WORK ITEM |
Nothing in the records may be changed; retype them in full.

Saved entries
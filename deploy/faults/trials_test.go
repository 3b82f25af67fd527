package faults

import (
	"math/rand/v2"
	"strings"
	"testing"
	"time"
)

// manyJobs is 120 jobs of 10 to 400 ms.
var manyJobs = strings.Replace(strings.Replace(shortJobs, `"short-jobs"`, `"many-jobs"`, 1),
	`fixed = { t_end = 0.3 }`, `fixed = { t_end = 0.5 }`+"\n"+`together = [{ split = ["strang", "lie"] }]`, 1)

// TestRepeatedKills runs one sweep through at least 20 SIGKILLs at random
// times (100 to 400 ms apart) of a random victim: the coordinator, one of
// the two workers, or the NATS node; each victim is restarted at once on
// the same files. It counts the jobs expected, stored, stored twice and
// lost, and fails unless every job is stored exactly once.
func TestRepeatedKills(t *testing.T) {
	if testing.Short() {
		t.Skip("about 20 s; runs without -short")
	}
	seed := uint64(time.Now().UnixNano())
	rng := rand.New(rand.NewPCG(seed, 1))
	t.Logf("seed %d", seed)
	r := newRig(t)
	spec, name, ids := r.writeSpec(manyJobs)
	node, url := r.singleNode(freePort(t))
	coord := r.start("serve", r.serveArgs("--nats", url, "--max-deliver", "10")...)
	coord.waitOutput("workers join with", 20*time.Second)
	obs := observe(t, url)
	r.submit(spec, url)
	victims := []*proc{coord, r.worker("worker-a", url, 1), r.worker("worker-b", url, 1), node}
	kills := map[string]int{}
	const want = 20
	for n := 0; n < want; n++ {
		time.Sleep(time.Duration(100+rng.IntN(300)) * time.Millisecond)
		if obs.jobs() >= len(ids) {
			t.Fatalf("the sweep finished after %d kills, before %d: make it longer", n, want)
		}
		v := victims[rng.IntN(len(victims))]
		v.restart()
		kills[v.name]++
	}
	t.Logf("kills: %v", kills)
	// What the last victims held comes back within a few ack waits (1 s),
	// not the minutes of a default: the time after the last kill that the
	// two one-slot workers did not spend running the jobs left (their
	// wall_s, which a loaded machine stretches as much as the sweep) is
	// the recovery, and stays under 10 s.
	last := time.Now()
	r.waitDone(name, url, len(ids), 60*time.Second)
	d := time.Since(last)
	work := obs.workSince(last)
	if stall := d - work/2; stall > 10*time.Second {
		t.Errorf("the sweep took %v after the last kill for %v of jobs on 2 slots: %v not spent running jobs, want under 10 s",
			d.Round(time.Second), work.Round(time.Second), stall.Round(time.Second))
	}
	t.Logf("after the last kill: %v, of which %v of jobs on 2 slots", d.Round(100*time.Millisecond), (work / 2).Round(100*time.Millisecond))
	coord.stop(20 * time.Second)
	f, _ := r.count(name, ids, coord, obs)
	wantClean(t, f)
}
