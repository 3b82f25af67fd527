package web

import (
	"math"
	"testing"
	"time"

	"fvsweep/sweep/job"
	"fvsweep/sweep/wire"
)

// The busy fraction is the share of slot-time in use over the last minute
// of reports, counting the jobs running now: both slots busy reads 100 %
// (the report's Busy, which counts finished jobs only, is 0 then), and a
// worker idle for a minute after a busy spell reads 0 % (its Busy since the
// start stays high). Slot-time accounting, worked by hand.
func TestBusyRecent(t *testing.T) {
	t0 := time.Date(2025, 1, 1, 12, 0, 0, 0, time.UTC)
	rep := func(at time.Duration, busy float64, running ...time.Duration) wire.WorkerReport {
		r := wire.WorkerReport{ID: "w", Concurrency: 2, Started: t0, Sent: t0.Add(at), Every: time.Second, Busy: busy}
		for _, since := range running {
			r.Current = append(r.Current, wire.RunningJob{JobID: "j", Sweep: "s", Since: t0.Add(since)})
		}
		return r
	}
	tr := newTracker()
	// Both slots run from 0 to 4 s; one again from 5 s to 65 s. The span
	// reaches back to the last report before the minute.
	for _, c := range []struct {
		r    wire.WorkerReport
		want float64
	}{
		{rep(1*time.Second, 0, 0, 0), 1},                       // one report, both slots in use
		{rep(5*time.Second, 8.0/10, 5*time.Second), 6.0 / 8},   // 1 s to 5 s: both busy to 4 s, 6 of 8 slot-s
		{rep(9*time.Second, 8.0/18, 5*time.Second), 10.0 / 16}, // 1 s to 9 s: 6 + 4 slot-s of 16
		{rep(70*time.Second, 68.0/140), 56.0 / 122},            // 9 s to 70 s: 56 of 122
		{rep(80*time.Second, 68.0/160), 56.0 / 142},            // 9 s to 80 s
		{rep(130*time.Second, 68.0/260), 0},                    // 70 s to 130 s: idle
	} {
		if got := tr.busyRecent(c.r); math.Abs(got-c.want) > 0.02 {
			t.Errorf("report at %v (Busy %.2f, %d running): busy %.3f, want %.3f", c.r.Sent.Sub(t0), c.r.Busy, len(c.r.Current), got, c.want)
		}
	}
}

// The failure list and the running jobs name only the parameters that
// differ among a study's jobs; the group leaves out the grid.
func TestJobIndexDiffering(t *testing.T) {
	mk := func(id string, study int, lim, nx string) job.Job {
		return job.Job{ID: id, Study: study, Case: "vortex", Refine: "nx", Cost: 10,
			Params: map[string]string{"cfl": "0.8", "limiter": lim, "nx": nx, "ny": nx}}
	}
	ix := newJobIndex([]job.Job{mk("a", 1, "mc", "16"), mk("b", 1, "mc", "32"), mk("c", 1, "minmod", "16"), mk("d", 2, "mc", "64")})
	if got := ix.jobs["b"]; got.params != "limiter=mc nx=32 ny=32" || got.group != "limiter=mc" || got.nx != 32 || got.kase != "vortex" {
		t.Errorf("job b: %+v", got)
	}
	if got := ix.jobs["d"]; got.params != "" || got.group != "" {
		t.Errorf("job d, alone in its study: %+v", got)
	}
	if ix.costTotal != 40 {
		t.Errorf("cost total %g", ix.costTotal)
	}
}

// The running jobs carry the progress their worker reports, and none for a
// job whose runner tells none.
func TestRunningProgress(t *testing.T) {
	now := time.Now()
	quarter := 0.25
	w := wire.WorkerReport{ID: "w", Concurrency: 2, Current: []wire.RunningJob{
		{JobID: "a", Sweep: "s", Since: now.Add(-2 * time.Second), Progress: &quarter},
		{JobID: "b", Sweep: "s", Since: now.Add(-time.Second)}}}
	got := newTracker().running(nil, []wire.WorkerReport{w}, map[string]int{}, "", now)
	if len(got) != 2 || got[0].Progress == nil || *got[0].Progress != 0.25 || got[1].Progress != nil {
		t.Errorf("running %+v", got)
	}
}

TASK ANSWER |
filename deploy/faults/trials_test.go
repository 3b82f25af67fd527
package faults

import (
	"math/rand/v2"
	"strings"
	"testing"
	"time"
)

// manyJobs is 120 jobs of 10 to 400 ms.
var manyJobs = strings.Replace(strings.Replace(shortJobs, `"short-jobs"`, `"many-jobs"`, 1),
	`fixed = { t_end = 0.3 }`, `fixed = { t_end = 0.5 }`+"\n"+`together = [{ split = ["strang", "lie"] }]`, 1)

// TestRepeatedKills runs one sweep through at least 20 SIGKILLs at random
// times (100 to 400 ms apart) of a random victim: the coordinator, one of
// the two workers, or the NATS node; each victim is restarted at once on
// the same files. It counts the jobs expected, stored, stored twice and
// lost, and fails unless every job is stored exactly once.
func TestRepeatedKills(t *testing.T) {
	if testing.Short() {
		t.Skip("about 20 s; runs without -short")
	}
	seed := uint64(time.Now().UnixNano())
	rng := rand.New(rand.NewPCG(seed, 1))
	t.Logf("seed %d", seed)
	r := newRig(t)
	spec, name, ids := r.writeSpec(manyJobs)
	node, url := r.singleNode(freePort(t))
	coord := r.start("serve", r.serveArgs("--nats", url, "--max-deliver", "10")...)
	coord.waitOutput("workers join with", 20*time.Second)
	obs := observe(t, url)
	r.submit(spec, url)
	victims := []*proc{coord, r.worker("worker-a", url, 1), r.worker("worker-b", url, 1), node}
	kills := map[string]int{}
	const want = 20
	for n := 0; n < want; n++ {
		time.Sleep(time.Duration(100+rng.IntN(300)) * time.Millisecond)
		if obs.jobs() >= len(ids) {
			t.Fatalf("the sweep finished after %d kills, before %d: make it longer", n, want)
		}
		v := victims[rng.IntN(len(victims))]
		v.restart()
		kills[v.name]++
	}
	t.Logf("kills: %v", kills)
	// What the last victims held comes back within a few ack waits (1 s),
	// not the minutes of a default: the time after the last kill that the
	// two one-slot workers did not spend running the jobs left (their
	// wall_s, which a loaded machine stretches as much as the sweep) is
	// the recovery, and stays under 10 s.
	last := time.Now()
	r.waitDone(name, url, len(ids), 60*time.Second)
	d := time.Since(last)
	work := obs.workSince(last)
	if stall := d - work/2; stall > 10*time.Second {
		t.Errorf("the sweep took %v after the last kill for %v of jobs on 2 slots: %v not spent running jobs, want under 10 s",
			d.Round(time.Second), work.Round(time.Second), stall.Round(time.Second))
	}
	t.Logf("after the last kill: %v, of which %v of jobs on 2 slots", d.Round(100*time.Millisecond), (work / 2).Round(100*time.Millisecond))
	coord.stop(20 * time.Second)
	f, _ := r.count(name, ids, coord, obs)
	wantClean(t, f)
}
repository 3b82f25af67fd527
package web

import (
	"math"
	"testing"
	"time"

	"fvsweep/sweep/job"
	"fvsweep/sweep/wire"
)

// The busy fraction is the share of slot-time in use over the last minute
// of reports, counting the jobs running now: both slots busy reads 100 %
// (the report's Busy, which counts finished jobs only, is 0 then), and a
// worker idle for a minute after a busy spell reads 0 % (its Busy since the
// start stays high). Slot-time accounting, worked by hand.
func TestBusyRecent(t *testing.T) {
	t0 := time.Date(2025, 1, 1, 12, 0, 0, 0, time.UTC)
	rep := func(at time.Duration, busy float64, running ...time.Duration) wire.WorkerReport {
		r := wire.WorkerReport{ID: "w", Concurrency: 2, Started: t0, Sent: t0.Add(at), Every: time.Second, Busy: busy}
		for _, since := range running {
			r.Current = append(r.Current, wire.RunningJob{JobID: "j", Sweep: "s", Since: t0.Add(since)})
		}
		return r
	}
	tr := newTracker()
	// Both slots run from 0 to 4 s; one again from 5 s to 65 s. The span
	// reaches back to the last report before the minute.
	for _, c := range []struct {
		r    wire.WorkerReport
		want float64
	}{
		{rep(1*time.Second, 0, 0, 0), 1},                       // one report, both slots in use
		{rep(5*time.Second, 8.0/10, 5*time.Second), 6.0 / 8},   // 1 s to 5 s: both busy to 4 s, 6 of 8 slot-s
		{rep(9*time.Second, 8.0/18, 5*time.Second), 10.0 / 16}, // 1 s to 9 s: 6 + 4 slot-s of 16
		{rep(70*time.Second, 68.0/140), 56.0 / 122},            // 9 s to 70 s: 56 of 122
		{rep(80*time.Second, 68.0/160), 56.0 / 142},            // 9 s to 80 s
		{rep(130*time.Second, 68.0/260), 0},                    // 70 s to 130 s: idle
	} {
		if got := tr.busyRecent(c.r); math.Abs(got-c.want) > 0.02 {
			t.Errorf("report at %v (Busy %.2f, %d running): busy %.3f, want %.3f", c.r.Sent.Sub(t0), c.r.Busy, len(c.r.Current), got, c.want)
		}
	}
}

// The failure list and the running jobs name only the parameters that
// differ among a study's jobs; the group leaves out the grid.
func TestJobIndexDiffering(t *testing.T) {
	mk := func(id string, study int, lim, nx string) job.Job {
		return job.Job{ID: id, Study: study, Case: "vortex", Refine: "nx", Cost: 10,
			Params: map[string]string{"cfl": "0.8", "limiter": lim, "nx": nx, "ny": nx}}
	}
	ix := newJobIndex([]job.Job{mk("a", 1, "mc", "16"), mk("b", 1, "mc", "32"), mk("c", 1, "minmod", "16"), mk("d", 2, "mc", "64")})
	if got := ix.jobs["b"]; got.params != "limiter=mc nx=32 ny=32" || got.group != "limiter=mc" || got.nx != 32 || got.kase != "vortex" {
		t.Errorf("job b: %+v", got)
	}
	if got := ix.jobs["d"]; got.params != "" || got.group != "" {
		t.Errorf("job d, alone in its study: %+v", got)
	}
	if ix.costTotal != 40 {
		t.Errorf("cost total %g", ix.costTotal)
	}
}

// The running jobs carry the progress their worker reports, and none for a
// job whose runner tells none.
func TestRunningProgress(t *testing.T) {
	now := time.Now()
	quarter := 0.25
	w := wire.WorkerReport{ID: "w", Concurrency: 2, Current: []wire.RunningJob{
		{JobID: "a", Sweep: "s", Since: now.Add(-2 * time.Second), Progress: &quarter},
		{JobID: "b", Sweep: "s", Since: now.Add(-time.Second)}}}
	got := newTracker().running(nil, []wire.WorkerReport{w}, map[string]int{}, "", now)
	if len(got) != 2 || got[0].Progress == nil || *got[0].Progress != 0.25 || got[1].Progress != nil {
		t.Errorf("running %+v", got)
	}
}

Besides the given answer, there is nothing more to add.